Supplied records section start

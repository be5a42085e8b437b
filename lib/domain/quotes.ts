/** The quote's vocabulary: statuses, the moves between them, line kinds, payments, labels. */

import { calendarDay } from "@/lib/format/dates";

export const QUOTE_STATUSES = [
  "draft",
  "sent",
  "accepted",
  "deposit_paid",
  "ordered",
  "declined",
  "expired",
  "superseded",
] as const;
export type QuoteStatus = (typeof QUOTE_STATUSES)[number];

/**
 * Where a quote may go next. Accepted quotes hold stock; declining or expiring one releases it.
 * A sent quote never goes back to draft: what the customer was sent is changed only by a new
 * revision (see QUOTE_REVISED_ON_EDIT).
 */
export const QUOTE_NEXT: Record<QuoteStatus, readonly QuoteStatus[]> = {
  draft: ["sent"],
  sent: ["accepted", "declined", "expired"],
  accepted: ["deposit_paid", "declined", "expired"],
  deposit_paid: ["ordered"],
  ordered: [],
  declined: [],
  expired: [],
  superseded: [],
};
/** Edited in place: only a draft, which the customer has never seen. */
export const QUOTE_EDITABLE: readonly QuoteStatus[] = ["draft"];
/**
 * Editing one of these makes its next revision (same number, revision + 1, a draft to be sent
 * again) and supersedes it, in one transaction: the customer keeps what they were sent.
 */
export const QUOTE_REVISED_ON_EDIT: readonly QuoteStatus[] = ["sent"];
export const QUOTE_HOLDS_STOCK: readonly QuoteStatus[] = ["accepted", "deposit_paid", "ordered"];

export const QUOTE_STATUS_LABELS: Record<QuoteStatus, string> = {
  draft: "Draft",
  sent: "Sent",
  accepted: "Accepted",
  deposit_paid: "Deposit paid",
  ordered: "Ordered",
  declined: "Declined",
  expired: "Expired",
  superseded: "Replaced by a revision",
};

/**
 * A day as YYYY-MM-DD on the shop's calendar (its time zone): the day a quote's validity is
 * judged on, as the clock's sweep (expireQuotes) judges it. Server code asks `shopToday`.
 */
export const isoDay = (at: Date = new Date(), timeZone = "UTC") => calendarDay(at, timeZone);

/** Statuses whose validity still runs: an open offer, and an acceptance awaiting its deposit. */
export const QUOTE_LAPSES: readonly QuoteStatus[] = ["sent", "accepted"];

type Dated = { status: QuoteStatus; validUntil: string };

/** A sent or accepted quote whose valid-until day (valid through that day) is before `today`. */
export const pastValidity = (q: Dated, today: string) =>
  QUOTE_LAPSES.includes(q.status) && q.validUntil < today;

/**
 * The status as of `today`: a sent or accepted quote past its date is expired whatever the
 * stored status says (expireDueQuotes writes the expiry later; reads never write it).
 */
export const quoteStatusOn = (q: Dated, today: string): QuoteStatus =>
  pastValidity(q, today) ? "expired" : q.status;

/** The moves that answer an offer: none of them once its date has passed. */
const ANSWERS: readonly QuoteStatus[] = ["accepted", "declined", "deposit_paid"];

/** Where a quote may go on `today`: QUOTE_NEXT, less accepting, declining and deposits once past its date. */
export const quoteMovesOn = (q: Dated, today: string): readonly QuoteStatus[] =>
  pastValidity(q, today)
    ? QUOTE_NEXT[q.status].filter((s) => !ANSWERS.includes(s))
    : QUOTE_NEXT[q.status];

export const QUOTE_LINE_KINDS = ["part", "labour", "fee"] as const;

export const PAYMENT_STATUSES = ["pending", "paid", "expired"] as const;
export type PaymentStatus = (typeof PAYMENT_STATUSES)[number];

/** Q-0007, or Q-0007-r2 for a later revision. */
export const quoteLabel = (number: number, revision: number) =>
  `Q-${String(number).padStart(4, "0")}${revision > 1 ? `-r${revision}` : ""}`;

/** How the quotes list sorts (its filter and the API's `sort`). */
export const QUOTE_SORTS = ["newest", "oldest", "total", "valid", "customer"] as const;
export type QuoteSort = (typeof QUOTE_SORTS)[number];
export const QUOTE_SORT_LABELS: Record<QuoteSort, string> = {
  newest: "Newest first",
  oldest: "Oldest first",
  total: "Total, highest first",
  valid: "Valid until, soonest first",
  customer: "Customer name",
};
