/**
 * A build's own fields after an edit: a field sent as it is in force keeps what the build had
 * (own or the shop's), a changed field is the build's own unless it equals the base again; null
 * when nothing is the build's own.
 * @example nextOverride(DEFAULT_TUNE_LIMITS, null, { maxDutyPct: 85 }) // { maxDutyPct: 85 }
 */
export function nextOverride(
  base: TuneLimits,
  own: TuneLimitsOverride | null,
  sent: TuneLimitsOverride,
): TuneLimitsOverride | null {
  const inForce = mergeTuneLimits(base, own);
  const out: Record<string, unknown> = {};
  for (const k of TUNE_LIMIT_KEYS) {
    const v = sent[k];
    if (v === undefined || sameLimit(v as never, inForce[k] as never)) {
      if (own && own[k] !== undefined) out[k] = own[k];
    } else if (!sameLimit(v as never, base[k] as never)) out[k] = v;
  }
  return Object.keys(out).length ? (out as TuneLimitsOverride) : null;
}

/**
 * Crank power from a power measured at the hubs or wheels, with the build's drivetrain loss
 * (P_crank = P / (1 − loss)); crank power as it is.
 * @example crankPowerKw({ powerKw: 880, measuredAt: "hub", drivetrainLossPct: 12 }) // 1000
 */
export function crankPowerKw(q: {
  powerKw: number;
  measuredAt: PowerMeasuredAt;
  drivetrainLossPct: number;
}): number {
  if (q.measuredAt === "crank") return requireRange("powerKw", q.powerKw, 0, 1e5, "Power");
  return crankPowerFromWheel({ wheelPowerKw: q.powerKw, drivetrainLossPct: q.drivetrainLossPct });
}

/**
 * The lambda target at a boost: the table's rows joined by straight lines, the end rows held
 * beyond the table.
 * @example lambdaTargetAt([{ boostKpa: 0, lambda: 0.9 }, { boostKpa: 100, lambda: 0.8 }], 60) // 0.84
 */
export function lambdaTargetAt(table: TuneLimits["lambdaTargets"], boostKpa: number): number {
  if (!table.length) throw new CalcInputError("lambdaTargets", "Give at least one lambda target");
  // Any logged boost is judged: beyond the table's rows the end rows hold.
  if (!Number.isFinite(boostKpa)) throw new CalcInputError("boostKpa", "Boost must be a number");
  const rows = [...table].sort((a, b) => a.boostKpa - b.boostKpa);
  if (boostKpa <= rows[0]!.boostKpa) return rows[0]!.lambda;
  for (let i = 1; i < rows.length; i++) {
    const a = rows[i - 1]!;
    const b = rows[i]!;
    if (boostKpa <= b.boostKpa)
      return (
        a.lambda + ((b.lambda - a.lambda) * (boostKpa - a.boostKpa)) / (b.boostKpa - a.boostKpa)
      );
  }
  return rows[rows.length - 1]!.lambda;
}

Supplied records section end

## Your assignment
Nothing should be left out: repeat all of the data exactly.

## The answer
repository be5a42085e8b437b
filename lib/domain/quotes.ts
/** The quote's vocabulary: statuses, the moves between them, line kinds, payments, labels. */

import { calendarDay } from "@/lib/format/dates";

export const QUOTE_STATUSES = [
  "draft",
  "sent",
  "accepted",
  "deposit_paid",
  "ordered",
  "declined",
  "expired",
  "superseded",
] as const;
export type QuoteStatus = (typeof QUOTE_STATUSES)[number];

/**
 * Where a quote may go next. Accepted quotes hold stock; declining or expiring one releases it.
 * A sent quote never goes back to draft: what the customer was sent is changed only by a new
 * revision (see QUOTE_REVISED_ON_EDIT).
 */
export const QUOTE_NEXT: Record<QuoteStatus, readonly QuoteStatus[]> = {
  draft: ["sent"],
  sent: ["accepted", "declined", "expired"],
  accepted: ["deposit_paid", "declined", "expired"],
  deposit_paid: ["ordered"],
  ordered: [],
  declined: [],
  expired: [],
  superseded: [],
};
/** Edited in place: only a draft, which the customer has never seen. */
export const QUOTE_EDITABLE: readonly QuoteStatus[] = ["draft"];
/**
 * Editing one of these makes its next revision (same number, revision + 1, a draft to be sent
 * again) and supersedes it, in one transaction: the customer keeps what they were sent.
 */
export const QUOTE_REVISED_ON_EDIT: readonly QuoteStatus[] = ["sent"];
export const QUOTE_HOLDS_STOCK: readonly QuoteStatus[] = ["accepted", "deposit_paid", "ordered"];

export const QUOTE_STATUS_LABELS: Record<QuoteStatus, string> = {
  draft: "Draft",
  sent: "Sent",
  accepted: "Accepted",
  deposit_paid: "Deposit paid",
  ordered: "Ordered",
  declined: "Declined",
  expired: "Expired",
  superseded: "Replaced by a revision",
};

/**
 * A day as YYYY-MM-DD on the shop's calendar (its time zone): the day a quote's validity is
 * judged on, as the clock's sweep (expireQuotes) judges it. Server code asks `shopToday`.
 */
export const isoDay = (at: Date = new Date(), timeZone = "UTC") => calendarDay(at, timeZone);

/** Statuses whose validity still runs: an open offer, and an acceptance awaiting its deposit. */
export const QUOTE_LAPSES: readonly QuoteStatus[] = ["sent", "accepted"];

type Dated = { status: QuoteStatus; validUntil: string };

/** A sent or accepted quote whose valid-until day (valid through that day) is before `today`. */
export const pastValidity = (q: Dated, today: string) =>
  QUOTE_LAPSES.includes(q.status) && q.validUntil < today;

/**
 * The status as of `today`: a sent or accepted quote past its date is expired whatever the
 * stored status says (expireDueQuotes writes the expiry later; reads never write it).
 */
export const quoteStatusOn = (q: Dated, today: string): QuoteStatus =>
  pastValidity(q, today) ? "expired" : q.status;

/** The moves that answer an offer: none of them once its date has passed. */
const ANSWERS: readonly QuoteStatus[] = ["accepted", "declined", "deposit_paid"];

/** Where a quote may go on `today`: QUOTE_NEXT, less accepting, declining and deposits once past its date. */
export const quoteMovesOn = (q: Dated, today: string): readonly QuoteStatus[] =>
  pastValidity(q, today)
    ? QUOTE_NEXT[q.status].filter((s) => !ANSWERS.includes(s))
    : QUOTE_NEXT[q.status];

export const QUOTE_LINE_KINDS = ["part", "labour", "fee"] as const;

export const PAYMENT_STATUSES = ["pending", "paid", "expired"] as const;
export type PaymentStatus = (typeof PAYMENT_STATUSES)[number];

/** Q-0007, or Q-0007-r2 for a later revision. */
export const quoteLabel = (number: number, revision: number) =>
  `Q-${String(number).padStart(4, "0")}${revision > 1 ? `-r${revision}` : ""}`;

/** How the quotes list sorts (its filter and the API's `sort`). */
export const QUOTE_SORTS = ["newest", "oldest", "total", "valid", "customer"] as const;
export type QuoteSort = (typeof QUOTE_SORTS)[number];
export const QUOTE_SORT_LABELS: Record<QuoteSort, string> = {
  newest: "Newest first",
  oldest: "Oldest first",
  total: "Total, highest first",
  valid: "Valid until, soonest first",
  customer: "Customer name",
};
/**
 * A build's own fields after an edit: a field sent as it is in force keeps what the build had
 * (own or the shop's), a changed field is the build's own unless it equals the base again; null
 * when nothing is the build's own.
 * @example nextOverride(DEFAULT_TUNE_LIMITS, null, { maxDutyPct: 85 }) // { maxDutyPct: 85 }
 */
export function nextOverride(
  base: TuneLimits,
  own: TuneLimitsOverride | null,
  sent: TuneLimitsOverride,
): TuneLimitsOverride | null {
  const inForce = mergeTuneLimits(base, own);
  const out: Record<string, unknown> = {};
  for (const k of TUNE_LIMIT_KEYS) {
    const v = sent[k];
    if (v === undefined || sameLimit(v as never, inForce[k] as never)) {
      if (own && own[k] !== undefined) out[k] = own[k];
    } else if (!sameLimit(v as never, base[k] as never)) out[k] = v;
  }
  return Object.keys(out).length ? (out as TuneLimitsOverride) : null;
}

/**
 * Crank power from a power measured at the hubs or wheels, with the build's drivetrain loss
 * (P_crank = P / (1 − loss)); crank power as it is.
 * @example crankPowerKw({ powerKw: 880, measuredAt: "hub", drivetrainLossPct: 12 }) // 1000
 */
export function crankPowerKw(q: {
  powerKw: number;
  measuredAt: PowerMeasuredAt;
  drivetrainLossPct: number;
}): number {
  if (q.measuredAt === "crank") return requireRange("powerKw", q.powerKw, 0, 1e5, "Power");
  return crankPowerFromWheel({ wheelPowerKw: q.powerKw, drivetrainLossPct: q.drivetrainLossPct });
}

/**
 * The lambda target at a boost: the table's rows joined by straight lines, the end rows held
 * beyond the table.
 * @example lambdaTargetAt([{ boostKpa: 0, lambda: 0.9 }, { boostKpa: 100, lambda: 0.8 }], 60) // 0.84
 */
export function lambdaTargetAt(table: TuneLimits["lambdaTargets"], boostKpa: number): number {
  if (!table.length) throw new CalcInputError("lambdaTargets", "Give at least one lambda target");
  // Any logged boost is judged: beyond the table's rows the end rows hold.
  if (!Number.isFinite(boostKpa)) throw new CalcInputError("boostKpa", "Boost must be a number");
  const rows = [...table].sort((a, b) => a.boostKpa - b.boostKpa);
  if (boostKpa <= rows[0]!.boostKpa) return rows[0]!.lambda;
  for (let i = 1; i < rows.length; i++) {
    const a = rows[i - 1]!;
    const b = rows[i]!;
    if (boostKpa <= b.boostKpa)
      return (
        a.lambda + ((b.lambda - a.lambda) * (boostKpa - a.boostKpa)) / (b.boostKpa - a.boostKpa)
      );
  }
  return rows[rows.length - 1]!.lambda;
}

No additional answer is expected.